def _api(base_url: str, path: str, body: dict[str, Any]) -> dict[str, Any]:
    response = httpx.post(base_url.rstrip("/") + path, json=body, timeout=120)
    assert response.status_code == 200, response.text
    return response.json()


def _sorted_pairs(pairs: list[list[float]]) -> np.ndarray:
    return np.array(sorted((round(a, 6), round(b, 6)) for a, b in pairs))


def _assert_map_shows_ik(page: Any, base_url: str) -> None:
    """The joint map's IK markers are the server's IK answer for the page's target."""
    state = page.evaluate(STATE)
    expected = _api(
        base_url, "/api/ik", {"robot": "pb-arm6", "pose": state["target"], **_cell_frames(base_url)}
    )
    a, b = state["mapJoints"]
    api_pairs = [[s["joints_deg"][a], s["joints_deg"][b]] for s in expected["solutions"]]
    assert api_pairs, expected["reason"]
    np.testing.assert_allclose(
        _sorted_pairs(page.evaluate(MAP_MARKERS)), _sorted_pairs(api_pairs), atol=1e-6
    )


def _drag(page: Any, start: tuple[float, float], dx: float, dy: float) -> None:
    page.mouse.move(*start)
    page.mouse.down()
    page.mouse.move(start[0] + dx, start[1] + dy, steps=5)
    page.mouse.up()


def test_load_page(open_page: Any, artifacts: Path) -> None:
    page, problems = open_page.page, open_page.problems
    page.wait_for_function(
        "() => { const s = window.posebridge.getState(); return s.jointMap && s.targetCheck; }",
        timeout=180_000,
    )
    page.screenshot(path=str(artifacts / "page-demo-cell.png"), full_page=True)
    assert problems.console_errors == []
    assert problems.page_errors == []
    assert problems.failed_requests == []
    # everything comes from this server: the page works with the network off
    assert all(
        url.startswith(open_page.base_url) or url.startswith("data:")
        for url in problems.requested_urls
    )
    assert "not a safety function" in page.inner_text("footer")
    assert page.get_attribute("#status", "data-level") != "error"
    # the demo cell is drawn: its solids in 3D, its targets in the plan, listed in the cell panel
    names = page.evaluate(
        "() => (document.getElementById('scene3d').data || []).map((t) => t.name)"
    )
    assert {"fixtures", "keep-out zones", "pedestal"} <= set(names)
    cell = httpx.get(open_page.base_url + "api/cell", timeout=120).json()
    plan_targets = page.evaluate(
        "() => (document.getElementById('plan-base').data || []).find((t) => t.name === 'cell targets').x"
    )
    assert plan_targets == [t["position_mm"][0] for t in cell["scene"]["targets"]]
    assert page.locator("#cell-items [role=option]").count() == len(cell["scene"]["targets"]) + sum(
        len(p["waypoints"]) for p in cell["scene"]["paths"]
    ) + len(cell["cell"]["fixtures"])
    # the joint map's regions name obstacles of the cell (GET /api/cell lists the shapes); they
    # are drawn as the server's picture of the map (a layout image of the base figure)
    regions = page.evaluate("() => window.posebridge.getState().jointMap.colliding_obstacles")
    page.wait_for_function(
        "() => ((document.getElementById('joint-map-base').layout || {}).images || []).length > 0",
        timeout=120_000,
    )
    images = page.evaluate(
        "() => ((document.getElementById('joint-map-base').layout || {}).images || [])"
        ".map((image) => [image.name, image.source.slice(0, 22)])"
    )
    assert images == [["regions", "data:image/png;base64,"]]
    shapes = {s["name"] for s in cell["scene"]["shapes"]} | {"floor"}
    assert regions
    assert set(regions) <= shapes
    # the opening selection is the first target, and the page's target is its world pose
    state = page.evaluate(STATE)
    first = cell["scene"]["targets"][0]
    assert state["selection"] == {"kind": "target", "name": first["name"]}
    assert state["target"]["position_mm"] == pytest.approx(first["position_mm"], abs=1e-9)
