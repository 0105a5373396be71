"""Base placement: score candidate robot base poses over a grid and rank them.

A candidate moves the robot's foot (the pedestal's floor point) to world
``(x, y)`` at the cell's current foot height, turns it to ``yaw`` about the
world z axis (keeping the current roll and pitch) and puts the robot on a
pedestal of the given height: ``T_world_base = Trans(x, y, z) Rz(yaw)
Ry(pitch) Rx(roll) Trans(0, 0, h)``. The pedestal moves with the robot.

For every candidate and every target (its pose and, with an approach offset,
its approach pose) the analytic IK (:func:`posebridge.kinematics.ik.ik_solver`,
all candidates of a chunk in one call) gives up to eight solutions, one per
branch. A solution **counts** when it reaches the pose, is inside the joint
limits, matches the target's required branch and is collision-free
(clearance at least ``collision_margin_m`` to fixtures, keep-outs, pedestal
and floor, and no self contact; :func:`posebridge.geometry.clearance.collision_batch`).
A target is **reached on a branch** (shoulder x elbow x wrist, 8 branches)
when its pose and its approach pose both have a counting solution on that
branch (a singular label 0 matches either side). The candidate's branch is
the one reaching the most targets (ties: the stable order front before
back, up before down, positive before negative); the **reach fraction** is
that count over the number of targets.

Quality of the reached targets on that branch, each term in [0, 1]:

* margin: twice the smallest joint-limit margin fraction (1 at mid-range, 0
  at a limit; :func:`posebridge.kinematics.metrics.limit_margins`);
* dexterity: the smallest inverse condition number of the TCP position
  Jacobian (scale-free; the Yoshikawa manipulability is reported beside it);
* clearance: the share of reached targets whose configuration keeps at least
  ``clearance_goal_m`` from every obstacle (one early-exit check at that
  threshold; the exact clearance is computed for the ranked candidates only).

``score = reach_fraction + quality / (2 K)`` with ``quality`` the mean of
the three terms and ``K`` the number of targets: quality orders candidates
that reach the same number of targets, and never outweighs one more target.
In words (the report's ``score_words``): the share of the targets reached on
one branch, plus at most half a target's worth for how comfortably they are
reached.

**Score noise and ties.** The grid samples the base position; a score
difference smaller than what one grid step changes is not a real
preference. :func:`score_noise` is the median absolute score change between
neighbouring grid points (one step in x or y, same yaw and height) that reach
the same number of targets, i.e. the typical change of the quality part over
one grid step. Ranked candidates whose score is within that noise of a better
one's are ties (``tie_rank``: the rank of the best candidate of their tie
group, the group starting at its best member).
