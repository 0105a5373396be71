"""Analytic IK of six-axis arms whose joints 2, 3 and 4 are parallel, with an offset wrist.

The arm class: axis 1 perpendicular to axis 2; axes 2, 3 and 4 parallel;
axis 5 perpendicular to them; axis 6 perpendicular to axis 5 and meeting it
in the *wrist point*. Lateral offsets along the parallel axes (shoulder,
elbow and wrist offsets), the distance from axis 4 to the wrist point along
axis 5 and any flange placement are allowed; the wrist is not spherical.

Method: derived here from the joint geometry (each joint a rotation about its
axis; the same model as standard Denavit-Hartenberg rows, Spong, Hutchinson,
Vidyasagar, *Robot Modeling and Control*, ch. 3), with the decomposition of
the classic closed-form solutions of this arm class, and the planar
three-link solution (law of cosines) of Craig, *Introduction to Robotics*,
ch. 4. Canonical model, in a base frame with z along axis 1 and y along axis
2 at zero, origin on axis 1 where the common normal to axis 2 meets it; the
planar direction ``dir(a) = (sin a, cos a)`` in (x, z); ``φ = θ2 + θ3 + θ4``:

    wrist point  P = Rz(θ1) [ (a1, 0) + l2 dir(θ2) + l3 dir(θ2 + θ3)
                              + Ry(φ) (e, d5)  in (x, z),   b  in y ]
    end frame    R = Rz(θ1) Ry(φ) Rz(θ5) Ry(θ6)     (axis 6 = R y, origin P)

``a1`` is the distance of axis 2 from axis 1, ``l2`` and ``l3`` the distances
axis 2 to 3 and axis 3 to 4, ``d5`` the distance from axis 4 to the wrist
point along axis 5, ``e`` the distance of axis 5 from axis 4 (0 when they
meet), ``b`` the total lateral offset: the y coordinate of the wrist point
in the frame turned by θ1, which joints 2 to 5 cannot change because they
turn about y or move the point along axis 5, perpendicular to y. Hence:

* PROBLEM TO WORK ON
Search the data above for the word "same" and show every line that has it.

* RESPONSE FOR THIS EXERCISE
that reach the same number of targets, and never outweighs one more target.
neighbouring grid points (one step in x or y, same yaw and height) that reach
the same number of targets, i.e. the typical change of the quality part over
axis; the same model as standard Denavit-Hartenberg rows, Spong, Hutchinson,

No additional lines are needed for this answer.